Aesthetically, however, there's a great deal to praise here, with the sound design particularly inventive. During Reed's rehearsal of the murder, he goes through the entire act, from the initial drugging to the dismemberment. On screen, we see him pantomime the actions, but on the soundtrack, we hear the disturbing foley of everything - so as he's miming sawing, we hear a saw cut through flesh and bone. It's a brilliant way to place us firmly within his subjective experience. On a similar note, the music is absolutely top notch. Eschewing an original score, Pesce instead uses pre-existing tracks primarily from giallo classics.
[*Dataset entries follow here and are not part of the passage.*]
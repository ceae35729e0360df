"""A film at one time as a picture of the rig, to scale: pure geometry, in marks that anything can draw."""

from __future__ import annotations

import math
from dataclasses import dataclass
from typing import Any, NamedTuple

import numpy as np
import pandas as pd

from swarmpush.dynamics.states import STATES
from swarmpush.geometry import block_corners, channel_corners, outward_normal, post_corners, sides_of
from swarmpush.quantities import for_people
from swarmpush.reporting.palette import (
    AXIS,
    BLUE,
    GREEN,
    INK,
    MEASURED,
    PALE,
    PAPER,
    PLANNED,
    PURPLE,
    QUIET,
    STATE_COLOURS,
)
from swarmpush.scenario import Scenario
from swarmpush.viewing.film import Film, Frame
from swarmpush.viewing.marks import (
    Circle,
    FloatArray,
    Line,
    Mark,
    Polygon,
    Text,
    box,
    dashed,
    round_number,
    segment_within,
    text_width,
    type_size,
    within,
)

STATE_NAMES = {
    "locked": "in a planned lap",
    "lost": "in no lap",
    "held at a wall": "held at a wall",
    "ahead": "ahead of the block",
    "idle": "idle",
}
IMPACT, LEAN = BLUE, PURPLE
GROUND, TRAIL, LAP, BLOCK, CREW, FLASH, STRIP, LETTERS = range(8)  # what lies above what
UNKNOWN_STATE = -1
TRAIL_POINTS = (16, 48, 5000)  # of one pusher's trail, least and most, and of all trails together
FADES = 4  # steps in which a strike fades
LARGEST = 0.95  # quantile of the impulses so far that counts as a large one
LEAN_ROOM = (
    6.0  # by how much leaning's impulse may exceed what the key's size stands for before impacts are drawn smaller
)
STRIKE_SIZE = 0.62  # of a large strike's disc, radius over type size
SYMBOL_FROM = 5.0  # px: half the width of the smallest pusher in which a symbol can be made out
CORNER_POINTS = (3, 6)  # of a bar's rounded corner: small and large
ROUND_FROM = 4.0  # px: radius of the smallest corner that is large
ARROW_AT = 0.62  # of a leg: legs there and back cross in their middles
ARROW_FROM = 8.0  # sizes of an arrow: a shorter leg of the lap has none
MARGIN = 60.0  # px round the picture within which outlines are cut off, so that their cut edges are not seen
LONGEST_UNIT = "this size: 500 mN s"  # for the room that the key takes


@dataclass(frozen=True)
class View:
    """What part of the rig is shown, and how.

    width, height: of the picture, px. centre: what is in its middle, m. px_per_m. yaw_factor: by how much the blocks'
    yaw is drawn larger, which the picture then says. trail_s: length of trails; 0: none. has_lap: whether the planned
    lap is drawn, moving with the block. flash_s: how long a strike is shown, in model time. picked: number of a pusher
    that is ringed. type_px: size of type; None: as the picture's size asks.
    """

    width: int
    height: int
    centre: tuple[float, float]
    px_per_m: float
    yaw_factor: float = 1.0
    trail_s: float = 0.0
    has_lap: bool = True
    flash_s: float = 0.4
    picked: int | None = None
    type_px: float | None = None

    def to_px(self, x_m: Any, y_m: Any) -> tuple[Any, Any]:
        """Places of the rig in the picture: numbers or arrays."""
        return (
            self.width / 2 + (x_m - self.centre[0]) * self.px_per_m,
            self.height / 2 - (y_m - self.centre[1]) * self.px_per_m,
        )

    def to_m(self, px: Any, py: Any) -> tuple[Any, Any]:
        """Places of the picture in the rig: numbers or arrays."""
        return (
            self.centre[0] + (px - self.width / 2) / self.px_per_m,
            self.centre[1] - (py - self.height / 2) / self.px_per_m,
        )

    def points(self, places_m: Any) -> FloatArray:
        """(..., 2) places of the rig in the picture."""
        places = np.asarray(places_m, dtype=np.float64)
        return np.stack(self.to_px(places[..., 0], places[..., 1]), axis=-1)

    @property
    def letters(self) -> float:
        """Size of type, px."""
        return self.type_px or type_size(self.width, self.height)

    @property
    def strips(self) -> tuple[float, float]:
        """Heights of the strips at the top (clock, name, scale) and at the bottom (key), px."""
        return strips(self.width, self.letters)


def strips(width: float, letters: float) -> tuple[float, float]:
    """Heights of a picture's upper and lower strip, px; see `View.strips`."""
    names = [*STATE_NAMES.values(), "impact", "leaning", LONGEST_UNIT, "planned lap"]
    return 1.8 * letters, (_flow(names, width, letters)[-1][1] + 1.5) * letters


def whole(scenario: Scenario, width: int, height: int, *, type_px: float | None = None) -> View:
    """A view of the whole channel.

    Arguments:
        scenario: what is shown. width, height: of the picture, px. type_px: see `View`.
    """
    corners = np.array(channel_corners(scenario))
    low, high = corners.min(axis=0), corners.max(axis=0)
    letters = type_px or type_size(width, height)
    top, bottom = strips(width, letters)
    room = (max(width - 2 * letters, 1.0), max(height - top - bottom - 3.2 * letters, 1.0))  # the goal has its name
    scale = float(min(room / (high - low)))
    x, y = (low + high) / 2
    return View(width, height, (float(x), float(y + (top - bottom) / 2 / scale)), scale, type_px=type_px)


def aspect_of(scenario: Scenario) -> float:
    """Length of the channel over its width, both as they are drawn."""
    x, y = np.ptp(np.array(channel_corners(scenario)), axis=0)
    return float(x / y)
Visually, the exteriors (of which there are very few) are obviously miniatures, with very little effort to make them look photorealistic. This sets an otherworldly tone right, as if the film is taking place in a slightly alternate reality, as the real and the fake mix together in Reed's confused mind. Interiors are blank, as if they are show-houses, not actually inhabited by a flesh and blood person - one shot, for example, shows a drink's cabinet where the bottles have no brands, just the name of the alcohol. Again, this sets the film's reality apart, as if everything is happening just outside our own world, or our own conception of the world.
Ultimately, however, Piercing is more interested in aesthetics than exploring psychology. The increasingly extreme goings-on are never anything more than a jokey end unto themselves. With Pesce focused on comedy beats, there are certainly a few laughs, but there's precious little substance.
Utterly unlikeable characters (with Mia Wasikowska managing the previously impossible, namely looking deeply unattractive), dialogue more rotten than an infected Prince Albert; "I want you to wear my skin...", and a run time, at 82 minutes, a good 60 minutes longer than necessary! Piercing tried to be far too clever & stylish than it actually was; with silly flashbacks, even sillier "flesh crawling" insects and an ending I saw coming a mile away, so was bored by way before it eventually happened. I gave it half a star for Christopher Abbott's performance in the scenes in the hotel room before Wasikowska's entrance. Some films run for 2 or 3 hours yet fly by in a gripping, engaging speedway ride. Piercing just grated along like a ship on rocks, for what seemed like 2 hours. It was Tuesday night 'ready meal for one' dressed up as Saturday night 'steak dinner for two'! I really wanted it to be more than gross, gloopy, gimp gore. It wasn't!